North Korea-linked Theft And Poor Key Security Dominate Web3...
Hacken says Web3 losses climbed to nearly $4 billion in 2025, with North Korea behind over half the damage, and regulators are under pressure to turn security guidance into hard rules.
The Hacken 2025 Yearly Security Report puts total Web3 losses at about $3.95 billion, up roughly $1.1 billion from 2024, with just over half of that attributed to North Korean threat actors.
A report shared with Cointelegraph shows losses peaked at more than $2 billion in the first quarter of the year before falling to around $350 million by Q4, but Hacken warns that the pattern still points to systemic operational risk rather than isolated coding bugs.
The report frames 2025 as a year where the numbers worsened, but the underlying story became clear.

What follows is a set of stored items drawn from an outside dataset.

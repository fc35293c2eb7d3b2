//! The section against the valve's record and the model's equations.

use helmsplit_model::LandShape;
use helmsplit_scenario::presets::{PRESETS, Preset};
use helmsplit_sim::{SolverOptions, Watch};
use helmsplit_study::solve;

use super::*;
use crate::scene::{Prim, collisions};
use crate::svg::svg_from_scene;
use crate::theme::BuiltInTheme;
use proportions::EdgeShape;

fn circuit(key: &str) -> Circuit {
    let preset = Preset::from_key(key).unwrap();
    preset.scenario().unwrap().circuit().unwrap()
}

fn scene(circuit: &Circuit, travel_mm: f64) -> Scene {
    let options = DrawingOptions::default();
    valve_scene(circuit, None, Some(travel_mm / 1000.0), options)
}

/// Left end of the spool on the sheet, px.
fn spool_left(scene: &Scene) -> f64 {
    scene.part("valve.spool").unwrap().bounds.x0
}

fn sheet(circuit: &Circuit, travel: f64) -> Sheet<'static> {
    let scale = PressureScale { most: 200e5 };
    let shape = Proportions::of(&circuit.parts().valve);
    Sheet::new(shape, travel, None, (scale, 800.0))
}

#[test]
fn the_spool_moves_right_by_the_travel_and_is_as_thick_as_it_is() {
    for preset in PRESETS {
        let circuit = circuit(preset.key);
        let px_per_mm = sheet(&circuit, 0.0).px_per_mm;
        let (shut, open) = (scene(&circuit, 0.0), scene(&circuit, 3.25));
        let moved = spool_left(&open) - spool_left(&shut);
        assert!((moved - 3.25 * px_per_mm).abs() < 1e-6, "{}", preset.key);
        let height = open.part("valve.spool").unwrap().bounds.height();
        let diameter = circuit.parts().valve.diameter * 1000.0 * px_per_mm;
        // Oil in the holes of the spool is painted a hair beyond its outline.
        assert!(
            (height - diameter).abs() < 2.5,
            "{}: {height} px",
            preset.key
        );
    }
}

#[test]
fn the_gap_at_the_land_is_the_opening_of_the_model() {
    for preset in PRESETS {
        let circuit = circuit(preset.key);
        let valve = &circuit.parts().valve;
        let shape = Proportions::of(valve);
        for share in [0.1, 0.3, 0.45, 0.7, 1.0] {
            let travel = share * valve.stroke;
            let gap = shape.land_gap(1000.0 * travel);
            let opening = valve.land.opening(travel);
            if gap < -0.05 {
                // Shut, but for the width over which the equations round the corner.
                let share = opening.area / valve.land.port_area;
                assert!(share < 1e-4, "{} at {travel} m: {opening:?}", preset.key);
                continue;
            }
            // The shortest way from the housing's edge to the spool.
            let drawn = match (&valve.land.shape, shape.edge) {
                (LandShape::Sharp, EdgeShape::Sharp) => gap,
                (LandShape::Chamfer { angle, .. }, EdgeShape::Chamfer { length, drop }) => {
                    let slope = (drop / length).atan();
                    assert!((slope - angle).abs() < 1e-9, "the cone's angle is true");
                    gap * slope.sin()
                }
                // Holes, notches and tables open by area, not by one gap.
                _ => continue,
            };
            if gap < shape.edge.length() || matches!(shape.edge, EdgeShape::Sharp) {
                let model = 1000.0 * opening.gap;
                // The model rounds the corner over 5 um.
                assert!(
                    (drawn - model).abs() < 0.01,
                    "{}: {drawn} {model}",
                    preset.key
                );
            }
        }
    }
}

#[test]
fn the_spring_is_as_long_as_its_compression_leaves_it() {
    for preset in PRESETS {
        let circuit = circuit(preset.key);
        let valve = &circuit.parts().valve;
        for travel in [0.0, 2.0, 1000.0 * valve.stroke] {
            let sheet = sheet(&circuit, travel);
            let force = valve.preload + valve.spring_rate * travel / 1000.0;
            let compression = 1000.0 * force / valve.spring_rate;
            let expected = sheet.shape.spring.free_length - compression;
            let scene = scene(&circuit, travel);
            let drawn = scene.part("valve.spring").unwrap().bounds.width() / sheet.px_per_mm;
            assert!(
                (drawn - expected).abs() < 1e-6,
                "{}: {drawn} mm",
                preset.key
            );
            let closed = f64::from(sheet.shape.spring.coils + 1) * sheet.shape.spring.wire;
            assert!(expected > closed, "{}: coils bind at {travel}", preset.key);
        }
    }
}

#[test]
fn holes_are_drawn_at_their_diameter_and_shut_where_the_model_shuts_them() {
    let circuit = circuit("orchard_carrier");
    let valve = &circuit.parts().valve;
    let shape = Proportions::of(valve);
    assert!((shape.head_hole - 0.6).abs() < 1e-9, "head hole");
    assert!((shape.disc_hole - 0.5).abs() < 1e-9, "disc hole");
    assert!((shape.fixed_orifice - 3.67).abs() < 1e-9, "fixed orifice");
    let edge = shape.priority_core.1;
    let (start, end) = (1000.0 * valve.holes_start, 1000.0 * valve.holes_end);
    assert!(
        (shape.priority_holes.1 + start - edge).abs() < 1e-9,
        "throttling starts"
    );
    assert!(
        (shape.priority_holes.0 + end - edge).abs() < 1e-9,
        "throttling ends"
    );
}

/// Circuits with valves of every land, small, large and odd.
fn odd_valves() -> Vec<(String, Circuit)> {
    let settings: [&[(&str, &str)]; 12] = [
        &[],
        &[("valve.land", "sharp edge"), ("valve.overlap", "0 mm")],
        &[
            ("valve.land", "round holes"),
            ("valve.land_hole_count", "5"),
        ],
        &[
            ("valve.land", "round holes"),
            ("valve.land_hole_diameter", "8 mm"),
        ],
        &[("valve.land", "notches"), ("valve.notch_count", "3")],
        &[("valve.land", "notches"), ("valve.notch_angle", "120 deg")],
        &[
            ("valve.chamfer_angle", "45 deg"),
            ("valve.overlap", "-2 mm"),
        ],
        &[
            ("valve.chamfer_angle", "3 deg"),
            ("valve.chamfer_length", "7.5 mm"),
        ],
        &[
            ("valve.holes_throttle_start", "20 mm"),
            ("valve.holes_throttle_end", "1000 mm"),
        ],
        &[
            ("valve.fixed_orifice_diameter", "12 mm"),
            ("valve.disc_hole_diameter", "2 mm"),
            ("valve.overlap", "4 mm"),
        ],
        &[("valve.stroke", "20 mm"), ("valve.spring_volume", "15 cm3")],
        &[
            ("valve.spool_diameter", "40 mm"),
            ("valve.spring_volume", "40 cm3"),
            ("valve.holes_throttle_start", "0.5 mm"),
        ],
    ];
    let base = Preset::from_key("orchard_carrier")
        .unwrap()
        .scenario()
        .unwrap();
    let odd = settings.iter().map(|set| {
        let mut scenario = base.clone();
        for (path, value) in *set {
            scenario.set(path, value).unwrap();
        }
        (format!("{set:?}"), scenario.circuit().unwrap())
    });
    let presets = PRESETS.iter().map(|p| (p.key.to_owned(), circuit(p.key)));
    odd.chain(presets).collect()
}

#[test]
fn nothing_breaks_through_the_walls() {
    for (key, circuit) in odd_valves() {
        let s = Proportions::of(&circuit.parts().valve);
        assert!(s.bore_radius < s.neck_radius, "{key}: wall of the neck");
        assert!(s.neck_radius < s.radius, "{key}: neck");
        assert!(
            s.neck_start < s.cross_holes.0,
            "{key}: cross holes in the neck"
        );
        assert!(
            s.cross_holes.1 < s.shoulder,
            "{key}: cross holes ahead of the land"
        );
        assert!(
            s.orifice_wall.1 < s.priority_holes.0,
            "{key}: wall ahead of the holes"
        );
        assert!(
            s.priority_holes.1 < s.disc.0,
            "{key}: holes ahead of the disc"
        );
        assert!(
            s.neck_start + s.stroke < s.inlet_core.1,
            "{key}: the neck stays in its core"
        );
        let open = s.shoulder + s.stroke;
        assert!(
            open < s.excess_core.1,
            "{key}: the land never uncovers the next bridge"
        );
        assert!(
            s.priority_holes.0 > s.priority_core.0,
            "{key}: holes begin in their core"
        );
        assert!(
            s.spool_end + s.stroke < s.spring_end,
            "{key}: room for the stroke"
        );
    }
}

#[test]
fn odd_valves_are_drawn_without_collisions() {
    for (key, circuit) in odd_valves() {
        let stroke = 1000.0 * circuit.parts().valve.stroke;
        for step in 0..=4_u32 {
            let travel = stroke * f64::from(step) / 4.0;
            let wrong = collisions(&scene(&circuit, travel));
            assert!(wrong.is_empty(), "{key} at {travel} mm: {wrong:#?}");
        }
    }
}

#[test]
fn no_text_touches_a_line_or_a_text() {
    for preset in PRESETS {
        let scenario = preset.scenario().unwrap();
        let options = SolverOptions::from(&scenario.solver());
        let solved = solve(&scenario, None, &options, &mut Watch::none()).unwrap();
        for step in 0..=10_u32 {
            let share = f64::from(step) / 10.0;
            let moment = Moment::of(&solved.run.trace, share * scenario.solver().duration);
            let travel = share * solved.circuit.parts().valve.stroke;
            for units in [
                helmsplit_scenario::UnitSystem::Metric,
                helmsplit_scenario::UnitSystem::Us,
                helmsplit_scenario::UnitSystem::Si,
            ] {
                for (section_length, notes) in [
                    (800.0, Notes::Full),
                    (640.0, Notes::Full),
                    (480.0, Notes::Full),
                    (400.0, Notes::Full),
                    (400.0, Notes::Names),
                    (320.0, Notes::Names),
                ] {
                    let options = DrawingOptions {
                        units,
                        notes,
                        section_length,
                        ..DrawingOptions::default()
                    };
                    let moment = moment.as_ref();
                    let scene = valve_scene(&solved.circuit, moment, Some(travel), options);
                    let wrong = collisions(&scene);
                    let at = format!("{} at {share}, {section_length} px", preset.key);
                    assert!(wrong.is_empty(), "{at}, {units:?}: {wrong:#?}");
                }
            }
        }
    }
}

#[test]
fn a_bare_section_has_bodies_alone() {
    let circuit = circuit("orchard_carrier");
    let options = DrawingOptions {
        section_length: 300.0,
        notes: Notes::None,
        ..DrawingOptions::default()
    };
    let scene = valve_scene(&circuit, None, Some(0.002), options);
    assert!(scene.part("valve.spool").is_some(), "the spool");
    let prims = scene.parts.iter().flat_map(|part| &part.prims);
    let texts = prims
        .filter(|prim| matches!(prim, Prim::Text { .. }))
        .count();
    assert_eq!(texts, 0, "no texts");
    assert!(scene.bounds.width() < 340.0, "{:?}", scene.bounds);
}

#[test]
fn the_moment_gives_travel_and_shades() {
    let circuit = circuit("orchard_carrier");
    let states: Vec<f64> = circuit
        .states()
        .iter()
        .map(|state| match state.name.as_str() {
            "x" => 0.0031,
            "p_in" => 100e5,
            _ => 0.0,
        })
        .collect();
    let moment = Moment::new(&circuit, &helmsplit_model::Inputs::default(), &states, 0.0);
    let scene = valve_scene(&circuit, Some(&moment), None, DrawingOptions::default());
    assert!(
        scene.description.contains("3.10 mm"),
        "{}",
        scene.description
    );
    let inlet = scene.part("valve.inlet").unwrap();
    let shaded = inlet.prims.iter().any(|prim| {
        matches!(prim, Prim::Path { fill: Some(crate::scene::Paint::Oil(Some(share))), .. }
            if (share - 0.5).abs() < 1e-12)
    });
    assert!(shaded, "100 bar of 200 is the middle of the ramp");
}

#[test]
fn svg_reads_in_every_theme() {
    let scene = scene(&circuit("nursery_loader"), 2.0);
    for built_in in BuiltInTheme::ALL {
        let svg = svg_from_scene(&scene, &built_in.load().unwrap(), "v");
        let document = roxmltree::Document::parse(&svg).unwrap();
        let groups = document.root_element().children();
        let groups = groups.filter(|node| node.has_tag_name("g")).count();
        assert_eq!(groups, scene.parts.len(), "a group for each part");
    }
}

Smart contract bugs matter, but the biggest, least recoverable losses are still coming from weak keys, compromised signers, and sloppy off‑boarding.
According to Hacken, access control failures and broader operational security breakdowns accounted for about $2.12 billion, or nearly 54% of all 2025 losses, compared with around $512 million from smart contract vulnerabilities.
The Bybit breach alone, at nearly $1.5 billion, is described as the largest single theft on record and a key reason North Korea-linked clusters account for roughly 52% of total stolen funds.
Related: Crypto losses near $3.4B as hackers went ‘big game hunting’
Yehor Rudystia, head of forensic at Hacken Extractor, told Cointelegraph that regulators across the US, European Union and other major jurisdictions’ licensing regimes increasingly spell out what “good” looks like on paper, such as role‑based access control, logging, secure onboarding and ID verification, institutional‑grade custody (hardware security models, multi-party computation, or multi‑sig, and cold storage), as well as continuous monitoring and anomaly detection.
However, “as regulatory requirements are only becoming mandatory principles, a lot of Web3 companies continued to follow insecure practices throughout 2025,” Rudystia said.
He pointed to practices such as not revoking developers’ access during off‑boarding, using a single private key for managing a protocol, and not having Endpoint Detection and Response systems.